June 25, 2015 Rohr-Blog Leave a comment

2015/06/25 TrendView VIDEO: Global View (early)

© 2015 ROHR International, Inc. All International rights reserved.

The analysis videos are reserved for Gold and Platinum Subscribers

TrendView VIDEO ANALYSIS & OUTLOOK: Thursday, June 25, 2015 (early)

150625_SPU_GLOBAL_0700Global View: All Markets  

‘Wild and Crazy’ markets continue (except maybe foreign exchange), yet really not so crazy after all.  In fact, recent gyrations have been totally rational and at least somewhat predictable responses to the Greek Debt Dilemma reaching critical dimensions again two weeks ago. Looking like a potential failure into default as late as the end of last week into the swing between the Agony then and the Ecstasy early this week, and back to the Agony again now (with apologies once again to Irving Stone for coopting the name of his great novel.)

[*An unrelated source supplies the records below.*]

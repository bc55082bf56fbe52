import { defineConfig } from 'vitest/config';

// Tests import workspace packages through their "source" export condition, so they run
// straight from src/ with no build; `pnpm test` still builds first to type-check.
// Vitest's node tests resolve through the SSR settings, so the condition is given there too.
const conditions = ['source', 'module', 'node', 'import', 'default'];

export default defineConfig({
  resolve: { conditions },
  ssr: { resolve: { conditions, externalConditions: ['source'] } },
  test: {
    include: ['packages/*/test/**/*.test.ts', 'tests/**/*.test.ts'],
    testTimeout: 120_000,
    hookTimeout: 120_000,
    pool: 'forks',
  },
});
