def _node_wave(result: Any, node: str, name: str) -> tuple[np.ndarray, np.ndarray]:
    plot = None
    for p in reversed(result.plots):
        if "transient" in p.name.lower():
            plot = p
            break
    if plot is None:
        raise SimulationError(
            "ngspice ran no transient analysis; the netlist needs a .tran card", file=name
        )
    key = plot.find(node)
    if key is None:
        saved = ", ".join(k for k in plot.vectors if k != plot.scale_name)
        raise SimulationError(
            f"node {node!r} is not in the simulation's output (saved: {saved}); add it to "
            "the .save card, or remove .save to save every node",
            file=name,
        )
    return np.asarray(plot.scale, dtype=float), np.asarray(plot.vectors[key], dtype=float).real


def _voltages_at(result: Any, time: float) -> dict[str, float]:
    """Every saved node voltage at ``time`` (s), keyed by node name."""
    plot = next(p for p in reversed(result.plots) if "transient" in p.name.lower())
    t = plot.scale
    out: dict[str, float] = {}
    for key, vec in plot.vectors.items():
        m = re.fullmatch(r"v\((.+)\)", key)
        node = m.group(1) if m else (key if not key.startswith("i(") and "#" not in key else None)
        if node is None or key == plot.scale_name:
            continue
        out[node] = float(np.interp(time, t, np.asarray(vec, dtype=float).real))
    return out


def _last(edges: list[RingMetrics], direction: int) -> RingMetrics | None:
    same = [m for m in edges if m.direction == direction]
    return same[-1] if same else None


def _plateau_time(edges: list[RingMetrics], ref: RingMetrics, t_end: float) -> float:
    later = [m.edge_time for m in edges if m.edge_time > ref.edge_time]
    nxt = later[0] if later else t_end
    return ref.edge_time + 0.7 * (nxt - ref.edge_time)


def _pick_loop(loops: list[dict[str, Any]], name: str | None, where: str) -> dict[str, Any] | None:
    if not loops:
        if name is not None:
            raise MeasurementError(f"the routes file defines no loops; there is no {name!r}",
                                   file=where)
        return None
    if name is None:
        return loops[0]
    for lp in loops:
        if str(lp.get("name", "")).lower() == name.lower():
            return lp
    raise MeasurementError(
        f"no loop named {name!r}; the routes file defines: "
        + ", ".join(repr(lp.get("name")) for lp in loops),
        file=where,
    )


def analyse_ring(
    netlist_path: str,
    routes_path: str | None,
    node: str,
    *,
    measured_path: str | None = None,
    time_unit: str | None = None,
    channel: str | None = None,
    band: float = DEFAULT_BAND,
    capacitance: float | None = None,
    loop: str | None = None,
    min_coupling: float | None = None,
    frequency: float | None = None,
    timeout: float = 600.0,
    progress: Callable[[str, float], None] | None = None,
    probe: str | None = None,
    edge_rule: str | int = "order",
    broadband: bool = False,
) -> RingResult:
    """Simulate NETLIST as it is and with the copper of ROUTES (``routes_path``
    None: the original only), measure the ring at ``node``, and compare with a
    measured waveform and fit a loop to it when ``measured_path`` is given
    (``time_unit``: the unit of its time column when the file does not say it).

    ``progress(stage, simulated_time)`` is called during long simulations.
    ``capacitance`` (F) overrides the ring capacitance taken from the
    netlist's device models; ``loop`` names the routes file's loop to compare
    the fitted inductance with (default: its first loop). ``probe`` names a
    ``[[probe]]`` of the routes file whose reading (the voltage across its
    instrument input) is the augmented simulation's waveform instead of the
    node's voltage. ``edge_rule`` says which simulated edge each measured
    edge is compared with (:func:`pair_edges`).
    """
    from parasite.netlist import read_netlist
    from parasite.spice import run_ngspice

    if netlist_path == "-":
        raise MeasurementError(
            "ring simulates the netlist from its folder (for its includes): give a file, "
            "not standard input",
            file="<stdin>",
        )
    path = Path(netlist_path)
    try:
        deck = path.read_bytes()
    except OSError as exc:
        raise SimulationError(f"cannot read the netlist: {exc.strerror}", file=netlist_path) from exc
    netlist = read_netlist(netlist_path)
    base_dir = path.parent if str(path.parent) else Path(".")
    if tran_stop(deck) is None:
        raise SimulationError(
            "the netlist has no .tran card; ring needs a transient analysis that shows "
            "switching edges at the node",
            file=netlist_path,
        )
    node_key, terminal = resolve_node(netlist, node)
    trace = None
    if measured_path is not None:  # read it first: a bad file fails before the simulations
        from parasite.ring.scope_csv import read_scope_csv

        trace = read_scope_csv(measured_path, time_unit=time_unit)
        label, values = trace.channel(channel)
        if trace.units.get(label) != "V":
            raise MeasurementError(
                f"channel {label!r} is in {trace.units.get(label)}; ring compares voltages",
                file=measured_path,
            )

    def stage(label: str) -> Callable[[float], None] | None:
        if progress is None:
            return None
        return lambda t: progress(label, t)

    ideal_name = f"{netlist_path} (as written)"
    ideal_res = run_ngspice(deck, base_dir=base_dir, timeout=timeout, name=netlist_path,
                            progress=stage("simulating the netlist as written"))
    t_i, v_i = _node_wave(ideal_res, node_key, netlist_path)
    ideal_edges = ring_metrics(t_i, v_i, band=band, name=f"{ideal_name}, node {node_key}")
    report: dict[str, Any] = {
        "format": FORMAT,
        "netlist": netlist_path,
        "routes": routes_path,
        "node": node_key,
        "terminal": None if terminal is None else f"{terminal[0]}:{terminal[1]}",
        "read_at": (f"terminal {terminal[1]} of {terminal[0]} (node {node_key})"
                    if terminal is not None else f"node {node_key}"),
        "settling_band_fraction": band,
        "simulations": {"ideal": {"edges": [m.to_dict() for m in ideal_edges],
                                  "warnings": ideal_res.warnings}},
        "measured": None,
        "comparison": [],
        "fit": [],
        "loop": None,
        "cautions": CAUTIONS,
        "warnings": [],
    }
    metrics = {"ideal": ideal_edges}
    augmented_wave: Waveform | None = None
    aug_edges: list[RingMetrics] = []
    loop_info: dict[str, Any] | None = None
    if routes_path is not None:
        from parasite.augment import augment_files

        wide = None
        if broadband:
            from parasite.network.ladders import BroadbandOptions

            wide = BroadbandOptions()
        aug = augment_files(netlist_path, routes_path, min_coupling=min_coupling,
                            frequency=frequency, broadband=wide)
        report["copper_model"] = ("broadband R-L ladders" if broadband else
                                  "DC resistance" if frequency is None else f"R at {frequency:g} Hz")
        aug_name = f"{netlist_path} (augmented with {routes_path})"
        aug_node, read_at = augmented_point(netlist, aug.netlist_bytes, node_key, terminal,
                                             base_dir)
        aug_deck = aug.netlist_bytes if probe is not None else with_save(aug.netlist_bytes,
                                                                          aug_node)
        if len(aug.report.get("loops", [])) > 1:  # the loops' currents, for the pick-up
            from parasite.field.sim_pickup import save_loop_currents

            aug_deck = save_loop_currents(aug_deck, aug)
        aug_res = run_ngspice(aug_deck, base_dir=base_dir, timeout=timeout,
                              name=aug_name, progress=stage("simulating the augmented netlist"))
        if probe is not None:
            from parasite.probes import probe_reading

            t_a, v_a, probe_entry = probe_reading(aug_res, aug.report, probe, routes_path)
            report["probe"] = {k: probe_entry[k] for k in ("name", "plus", "minus")}
        else:
            t_a, v_a = _node_wave(aug_res, aug_node, aug_name)
            report["read_at"] = read_at
        aug_edges = ring_metrics(t_a, v_a, band=band, name=f"{aug_name}, node {aug_node}")
        report["simulations"]["augmented"] = {
            "edges": [m.to_dict() for m in aug_edges],
            "warnings": aug_res.warnings,
        }
        metrics["augmented"] = aug_edges
        augmented_wave = Waveform("augmented" if probe is None else f"probe {probe}", t_a, v_a)
        loop_info = _pick_loop(list(aug.report.get("loops", [])), loop, routes_path)
        if loop_info is not None:
            report["loop"] = {k: loop_info.get(k) for k in ("name", "inductance", "resistance")}
        if loop_info is not None and len(aug.report.get("loops", [])) > 1:
            from parasite.field.sim_pickup import simulated_pickup  # other loops as victims

            report["pickup"] = simulated_pickup(aug, aug_res, str(loop_info["name"]))
    ideal_wave = Waveform("ideal", t_i, v_i)

    # The ring capacitance for each direction: given, or from the blocking switch.
    cap_cache: dict[int, tuple[float, list[DeviceCapacitance]]] = {}

    def ring_c(direction: int) -> tuple[float, list[DeviceCapacitance]]:
        if direction in cap_cache:
            return cap_cache[direction]
        if capacitance is not None:
            cap_cache[direction] = (capacitance, [])
            return cap_cache[direction]
        ref = _last(ideal_edges, direction)
        if ref is None:
            raise MeasurementError(
                f"the simulation has no {'rising' if direction > 0 else 'falling'} edge at "
                f"node {node_key!r} to take the blocking voltages from; give the ring "
                "capacitance with --capacitance",
                file=netlist_path,
            )
        volts = _voltages_at(ideal_res, _plateau_time(ideal_edges, ref, float(t_i[-1])))
        devices = ring_capacitance(netlist, node_key, volts, ref.step)
        cap_cache[direction] = (sum(d.capacitance for d in devices), devices)
        return cap_cache[direction]

    def fit_entry(source: str, m: RingMetrics) -> dict[str, Any] | None:
        if m.frequency is None or m.damping_ratio is None or m.damping_ratio >= 1:
            return None
        c, devices = ring_c(m.direction)
        fit: LoopFit = series_rlc_from_ring(m.frequency, m.damping_ratio, c)
        entry: dict[str, Any] = {
            "source": source,
            "direction": m.kind,
            "edge_time": m.edge_time,
            **fit.to_dict(),
            "capacitance_from": (
                "given" if not devices else
                [{"device": d.device, "model": d.model, "voltage": d.voltage,
                  "capacitance": d.capacitance} for d in devices]
            ),
            "loop_inductance": None,
            "inductance_difference": None,
        }
        if loop_info is not None and loop_info.get("inductance"):
            lref = float(loop_info["inductance"])
            entry["loop_inductance"] = lref
            entry["inductance_difference"] = (fit.inductance - lref) / lref
        return entry

    measured_wave: Waveform | None = None
    pairs: list[tuple[int, int | None, int | None]] = []
    if measured_path is not None and trace is not None:
        meas_edges = ring_metrics(trace.time, values, band=band,
                                  name=f"{measured_path}, channel {label}")
        metrics["measured"] = meas_edges
        report["measured"] = {
            "file": measured_path,
            "channel": label,
            "channels": list(trace.channels),
            "edges": [m.to_dict() for m in meas_edges],
            "warnings": trace.warnings,
        }
        report["warnings"].extend(f"{measured_path}: {w}" for w in trace.warnings)
        shift: float | None = None
        pair_i = pair_edges(meas_edges, ideal_edges, edge_rule)
        pair_a = pair_edges(meas_edges, aug_edges, edge_rule)
        report["pairing"] = edge_rule if isinstance(edge_rule, str) else f"from edge {edge_rule}"
        for i, m in enumerate(meas_edges):
            ji, ja = pair_i[i], pair_a[i]
            ref_ideal = None if ji is None else ideal_edges[ji]
            ref_aug = None if ja is None else aug_edges[ja]
            ref = ref_aug if ref_aug is not None else ref_ideal
            offset = None if ref is None else ref.edge_time - m.edge_time
            if shift is None and offset is not None:
                shift = offset
            comp = _compare(i, m, ref_ideal, ref_aug, offset)
            comp["ideal_edge"] = None if ji is None else ji + 1
            comp["augmented_edge"] = None if ja is None else ja + 1
            report["comparison"].append(comp)
            pairs.append((i, ji, ja))
            entry = fit_entry(f"measured edge {i + 1}", m)
            if entry is not None:
                report["fit"].append(entry)
        measured_wave = Waveform(f"{Path(measured_path).name}, column {label}", trace.time, values,
                                 shift=0.0 if shift is None else shift)
    for direction in (1, -1):
        last = _last(aug_edges, direction)
        if last is None or measured_path is None:
            continue
        try:
            entry = fit_entry("augmented simulation", last)
        except MeasurementError as exc:
            report["warnings"].append(str(exc))
            entry = None
        if entry is not None:
            report["fit"].append(entry)
    from parasite.ring.budget import damping_budget

    report["damping_budget"] = damping_budget(report["fit"])
    return RingResult(report=report, ideal=ideal_wave, augmented=augmented_wave,
                      measured=measured_wave, metrics=metrics, pairs=pairs)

In the event the fresh light at the end of the tunnel from Greece’s new proposal on reforms to liberate the major tranche of bailout funding critical to paying a key IMF loan has turned out to be a train barreling down the tracks toward a default. The response was a more rigid Troika request on pension reforms and taxation that will be very hard for Mr. Tsipras to get approved by his Parliament. As things stand now, even if he were to accept it the chances of it passing back in Athens are very slim. As such, unless something changes markedly the markets will likely begin to reflect a Greek failure to pay that IMF loan on time; whether or not that is designated a full technical default is another matter, with some latitude to possibly kick the can just a bit further down the road prior to a full default designation.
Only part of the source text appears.